Small inefficiencies in a runner’s gait can go completely unnoticed at low mileage. At one or two miles a week, the body absorbs those minor mechanical flaws without much complaint. The problem arises when mileage climbs. Each flaw is repeated thousands of times per run, and what was once a barely noticeable irregularity becomes a reliable source of injury. As Pourziaee puts it, increasing mileage does not create new problems so much as it magnifies the ones that were already there.

The most common gait flaws that lead to injury

Excessive overpronation is among the most widespread biomechanical issues Pourziaee sees in runners. It occurs when the foot rolls inward more than 15 degrees during the landing phase, causing the arch to flatten with each stride. Over time, this places significant stress on the posterior tibial tendon, which can lead to tendonitis or the gradual development of flatfoot symptoms. Runners with flat feet are particularly prone to this pattern.

High arches present the opposite problem. Rather than rolling inward, a rigid high-arched foot absorbs shock poorly, distributing impact forces in ways that increase the risk of stress fractures. Where a flat foot is too flexible, a high-arched foot is too stiff and both extremes come with consequences as training volume grows.

Excessive vertical oscillation, or bouncing too high with each stride, is another common culprit. Runners who move more up and down than forward are multiplying the repetitive impact forces their bodies must absorb with every step, which accelerates wear on joints and soft tissue.

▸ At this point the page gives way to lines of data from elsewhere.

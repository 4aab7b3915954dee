package main

import (
	"strings"

	"github.com/fadeloop/fadeloop/client/plots"
	"github.com/fadeloop/fadeloop/client/render"
	pb "github.com/fadeloop/fadeloop/proto/fadeloop/v1"
)

// tuneAxisPaths lists the paths of the axes.
func tuneAxisPaths(axes []*pb.SweepAxis) map[string]int {
	paths := map[string]int{}
	for _, a := range axes {
		paths[a.GetPath()]++
	}
	return paths
}

// tuneKindsHelp names what each drawable kind needs, for refusals.
const tuneKindsHelp = "heatmap needs exactly the axes " + stepPath + " and " + ratePath +
	", steps " + stepPath + " as the only axis, axis any one axis (e.g. layout.handover.window_db)"

// autoTunePlot is the kind auto draws for these axes: heatmap for step ×
// update rate, steps for the step alone, axis for any other single axis
// (a layout's handover window, a delay, ...); "" when no kind can draw them.
func autoTunePlot(axes []*pb.SweepAxis) string {
	paths := tuneAxisPaths(axes)
	switch {
	case len(axes) == 2 && paths[stepPath] == 1 && paths[ratePath] == 1:
		return "heatmap"
	case len(axes) == 1 && paths[stepPath] == 1:
		return "steps"
	case len(axes) == 1:
		return "axis"
	}
	return ""
}

// tuneKind resolves --plot's kind (auto to the one it draws).
func tuneKind(ps plotSpec, axes []*pb.SweepAxis) (string, error) {
	if ps.kind != "auto" {
		return ps.kind, nil
	}
	k := autoTunePlot(axes)
	if k == "" {
		var ps2 []string
		for _, a := range axes {
			ps2 = append(ps2, a.GetPath())
		}
		return "", badInputf("--plot %s: no plot kind draws the axes %s (%s); give the axes one of them needs or leave --plot out",
			ps.file, strings.Join(ps2, " × "), tuneKindsHelp)
	}
	return k, nil
}

// checkTunePlot rejects, before any work, a plot the axes cannot give.
func checkTunePlot(ps plotSpec, axes []*pb.SweepAxis) error {
	kind, err := tuneKind(ps, axes)
	if err != nil {
		return err
	}
	paths := tuneAxisPaths(axes)
	switch kind {
	case "heatmap":
		if len(axes) != 2 || paths[stepPath] != 1 || paths[ratePath] != 1 {
			return badInputf("--plot heatmap=%s needs exactly the axes %s and %s (%s)", ps.file, stepPath, ratePath, tuneKindsHelp)
		}
	case "steps":
		if len(axes) != 1 || paths[stepPath] != 1 {
			return badInputf("--plot steps=%s needs %s as the only axis (%s)", ps.file, stepPath, tuneKindsHelp)
		}
	case "axis":
		if len(axes) != 1 {
			return badInputf("--plot axis=%s needs exactly one axis, got %d (%s)", ps.file, len(axes), tuneKindsHelp)
		}
	}
	return nil
}

// plotTune draws one plot of a recommendation; kind is the resolved kind
// (tuneKind).
func plotTune(ps plotSpec, kind, title string, rec *pb.Recommendation) error {
	if title == "" {
		title = "fadeloop tune"
	}
	var (
		fig *plots.Figure
		err error
	)
	switch kind {
	case "heatmap":
		g, ok := render.TuneObjectiveGrid(rec)
		if !ok {
			return badInputf("--plot heatmap=%s needs exactly the axes %s and %s", ps.file, stepPath, ratePath)
		}
		fig, err = plots.HeatMap(g.Objective+" over step × update rate — "+title, g)
	case "steps":
		ls, ok := render.TuneStepLines(rec)
		if !ok {
			return badInputf("--plot steps=%s needs %s as the only axis", ps.file, stepPath)
		}
		fig, err = plots.StepSensitivity("Outage and SIR error std against step size per condition — "+title, ls)
	case "axis":
		ls, path, ok := render.TuneAxisLines(rec)
		if !ok {
			return badInputf("--plot axis=%s needs exactly one axis", ps.file)
		}
		fig, err = plots.AxisSensitivity("Outage and SIR error std against "+path+" per condition — "+title, render.AxisTitle(path), ls)
	default:
		return badInputf("unknown plot kind %q", kind)
	}
	if err != nil {
		return err
	}
	return fig.Save(ps.file)
}
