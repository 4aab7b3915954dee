package loop

import "testing"

// TestUsedRange: usedRange finds the first and last non-zero bins, as a
// plain scan does, for occupancies at every position around the 8-bin
// steps.
func TestUsedRange(t *testing.T) {
	r := newTestRand(5)
	for n := 0; n < 40; n++ {
		for trial := 0; trial < 50; trial++ {
			c := make([]uint32, n)
			k := r.IntN(4)
			for i := 0; i < k && n > 0; i++ {
				c[r.IntN(n)] = uint32(1 + r.IntN(3))
			}
			wantLo, wantHi := 0, -1
			for i, v := range c {
				if v != 0 {
					if wantHi < 0 {
						wantLo = i
					}
					wantHi = i
				}
			}
			lo, hi := usedRange(c)
			if wantHi < 0 {
				if lo <= hi {
					t.Fatalf("n=%d %v: got [%d, %d], want empty", n, c, lo, hi)
				}
				continue
			}
			if lo != wantLo || hi != wantHi {
				t.Fatalf("n=%d %v: got [%d, %d], want [%d, %d]", n, c, lo, hi, wantLo, wantHi)
			}
		}
	}
}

Hip weakness is a less obvious but equally significant contributor. When the glutes are not doing their job, the body compensates through abnormal loading patterns that travel down the kinetic chain, placing excess strain on the knee and ankle. Runners who experience recurring knee or ankle problems without a clear cause are sometimes dealing with a hip strength issue rather than a local one.

Limited ankle dorsiflexion,  the ability to flex the foot upward toward the shin may be the most underappreciated issue of all. When ankle mobility is restricted, the body shifts load toward the forefoot during each stride, putting the metatarsal bones under repeated stress that can eventually lead to fractures or chronic pain.

How to address these issues before they become injuries

Pourziaee is clear that most of these patterns are correctable, and that addressing them before pushing mileage higher is far more effective than trying to manage injuries after the fact. His starting point for most runners is ankle dorsiflexion mobility, which can be improved through a simple knee-to-wall stretch performed consistently over time. Limited dorsiflexion quietly alters running mechanics in ways that affect the entire lower body, and restoring it can produce noticeable improvements in overall form.

Beyond that, building strength in the foot, ankle and hip complex provides the structural foundation that running at higher volumes demands. Exercises targeting the glutes, single-leg stability work and foot strengthening drills are all worth incorporating into a training routine before mileage begins to climb.

The investment is modest a few focused minutes of mobility and strength work several times a week. The alternative, managing a stress fracture or tendonitis through weeks of forced rest, costs considerably more in time, money and frustration.

Before the next shoe purchase, it may be worth taking a closer look at what the stride is doing first.